Analysis of Romney Medicare Proposals Sounds Loud Warning that Nation’s Seniors Need to Hear
Washington, D.C.—An analysis released today by Families USA of the health care proposals of presidential and vice-presidential candidates Mitt Romney and Paul Ryan reveals that current Medicare recipients would see at least five major areas of tremendous harm to their health coverage if those plans are implemented.
The analysis—scheduled for release in advance of the first vice-presidential debate, set for this evening—was prepared in response to Governor Mitt Romney’s comment in the first presidential debate, where he said on the subject of Medicare changes, “So if you’re 60 or around 60 or older, you don’t need to listen any further . . . .”
The analysis, “Five Ways the Romney-Ryan Medicare Plan Hurts People 55 and Older,” argues that seniors and those approaching Medicare eligibility had better pay close attention to the issue.
The first impact of the Romney-Ryan plan is that Medicare premiums and co-insurance would increase almost immediately.
As the analysis notes, these increases would result if Romney followed through with his commitment to repeal the Affordable Care Act, also known as ObamaCare, thereby eliminating the $716 billion in reductions to Medicare spending, which the candidate has continued to misrepresent as a cut in Medicare benefits.
It’s important to note that the structure of Medicare, as enacted in 1965, requires that Medicare premiums be directly tied to Medicare expenditures. A decrease in Medicare expenditures allows for a reduction in premiums and vice-versa.
Because the spending cut represents curbing of excessive Medicare payments to insurance companies, doctors, and hospitals, restoring that spending—that is, restoring Medicare overpayments—would lead to an increase in Medicare premiums and co-insurance averaging $347 per year over the next 10 years.
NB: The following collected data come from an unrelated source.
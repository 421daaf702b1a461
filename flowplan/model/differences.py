"""What changed from one flow to another, part by part, in the words of the file."""

from collections.abc import Iterable, Iterator
from dataclasses import dataclass
from typing import Any

from pydantic import BaseModel

from flowplan.model.base import AXES, PerAxis
from flowplan.model.flow import Flow
from flowplan.model.marksites import MarkSites
from flowplan.model.masks import Follows, Reading, References, Tones
from flowplan.model.terms import SizeParts, Term

#: Parts of a flow that are compared entry by entry.
_GROUPS = ("tools", "masks", "self_aligned", "split_layers", "pairs")
_NOT_COMPARED = frozenset({"id", "name", "title", "notes", "owner", "why", "flow", "revision", "variants"})


@dataclass(frozen=True, slots=True)
class Difference:
    """One changed statement.

    Attributes
    ----------
    part : str
        Which part of the flow: ``masks``, ``tools``, ... or ``flow`` for its own numbers.
    of : str
        Id or name of the entry; empty for the flow's own numbers.
    what : str
        The key, such as ``aligns_to.x``; empty when the whole entry came or went.
    before, after : str
        As one would write them; empty where there is none.
    """

    part: str
    of: str
    what: str
    before: str
    after: str


def differences(before: Flow, after: Flow) -> tuple[Difference, ...]:
    """Return what changed, masks first, in the order of the file.

    Parameters
    ----------
    before, after : Flow
        Two checked flows; their units may differ, each figure is given as its file quotes it.

    Returns
    -------
    tuple of Difference
        Free text is left out, since it moves no margin.
    """
    found = [
        Difference("flow", "", key, old, new)
        for key, old, new in _changed(_own_numbers(before), _own_numbers(after))
    ]
    for part in ("masks", *(g for g in _GROUPS if g != "masks")):
        found += _group(part, _entries(before, part), _entries(after, part))
    return tuple(found)


def _group(part: str, before: dict[str, Any], after: dict[str, Any]) -> Iterator[Difference]:
    for name in dict.fromkeys((*before, *after)):
        old, new = before.get(name), after.get(name)
        if old is None or new is None:
            yield Difference(
                part, name, "", "" if old is None else "present", "" if new is None else "present"
            )
            continue
        for key, one, other in _changed(dict(_flat(old)), dict(_flat(new))):
            yield Difference(part, name, key, one, other)


def _changed(before: dict[str, str], after: dict[str, str]) -> Iterator[tuple[str, str, str]]:
    for key in dict.fromkeys((*before, *after)):
        old, new = before.get(key, ""), after.get(key, "")
        if old != new:
            yield key, old, new


def _own_numbers(flow: Flow) -> dict[str, str]:
    keys = [k for k in Flow.model_fields if k not in _GROUPS and k not in _NOT_COMPARED]
    return dict(item for key in keys for item in _flat(getattr(flow, key), key))


def _entries(flow: Flow, part: str) -> dict[str, Any]:
    group = getattr(flow, part)
    if isinstance(group, dict):
        return dict(group)
    return {getattr(entry, "id", "") or entry.name: entry for entry in group}


def _flat(value: Any, key: str = "") -> Iterator[tuple[str, str]]:
    """Yield (dotted key, text) of every statement below a value."""
    if value is None:
        return
    if isinstance(value, References | Follows | Tones):
        for axis in AXES:
            yield f"{key}.{axis}", _text(getattr(value, axis))
    elif isinstance(value, SizeParts):
        for kind, size in value.parts():
            yield f"{key}.{kind}", str(size)
        yield f"{key}.varies", value.varies or ""
        if isinstance(value, Term):
            yield from (
                (f"{key}.{k}", _text(getattr(value, k))) for k in ("enters", "shape", "over", "source")
            )
            yield f"{key}.common", f"{value.common_share:g}"
    elif isinstance(value, BaseModel) and not isinstance(value, PerAxis):
        for name in type(value).model_fields:
            if name not in _NOT_COMPARED:
                yield from _flat(getattr(value, name), f"{key}.{name}" if key else name)
    elif isinstance(value, dict):
        for name, inner in value.items():
            yield from _flat(inner, f"{key}.{name}" if key else name)
    else:
        yield key, _text(value)


def _text(value: Any) -> str:
    if value is None:
        return ""
    if isinstance(value, tuple) and value and isinstance(value[0], Reading):
        return readings_text(value)
    if isinstance(value, tuple):
        return ", ".join(_text(v) for v in value)
    if isinstance(value, float):
        return f"{value:g}"
    return str(value)


def readings_text(readings: Iterable[Reading]) -> str:
    """Return references as one would say them, such as ``0.5 CONTACT + 0.5 GATE``.

    Parameters
    ----------
    readings : iterable of Reading
        What a mask reads along one axis.
    """
    several = tuple(readings)
    total = sum(r.weight or 1.0 for r in several)
    parts = [
        (f"{(r.weight or 1.0) / total:.3g} " if len(several) > 1 else "")
        + r.mask
        + (f" (alignment {size_text(r.alignment)})" if r.alignment else "")
        for r in several
    ]
    return " + ".join(parts)


def size_text(size: SizeParts | MarkSites) -> str:
    """Return a size as one would say it, such as ``30`` or ``random 30, bound 5``."""
    if isinstance(size, MarkSites):
        return f"{size}, {size_text(size.per_mark)} a mark"
    parts = size.parts()
    if len(parts) == 1 and parts[0][0] == "random":
        return str(parts[0][1])
    return ", ".join(f"{kind} {value}" for kind, value in parts)
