"""Run flowplan with ``python -m flowplan``."""

from flowplan.cli.main import run

run()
The Romney-Ryan plan weakens the traditional Medicare program for today’s seniors.
Were their plan to be put in place, everyone born after 1958 would be given a limited voucherto purchase private insurance or stay in traditional Medicare. This would be a bonanza for insurers, who are adept at attracting younger, healthier members. Traditional Medicare, then, would continue to provide coverage to today’s aging seniors.
Today’s seniors might not see an immediate impact, but in a decade, as they age and require more health care, they would find themselves in a program that is increasingly made up of less healthy members, and the added costs of treatment would lead directly to higher premiums.
In addition, today’s Medicare beneficiaries have unparalleled access to physicians, but reductions to the traditional Medicare population would likely mean that doctors would be less inclined to accept traditional Medicare. Those who opted out of Medicare would also face financial and health coverage challenges, because rising health care costs would result in their vouchers paying for less and less of their premiums. The result for both groups would be a loss of control over their choice of doctor and thousands of dollars out of their own pockets in health coverage.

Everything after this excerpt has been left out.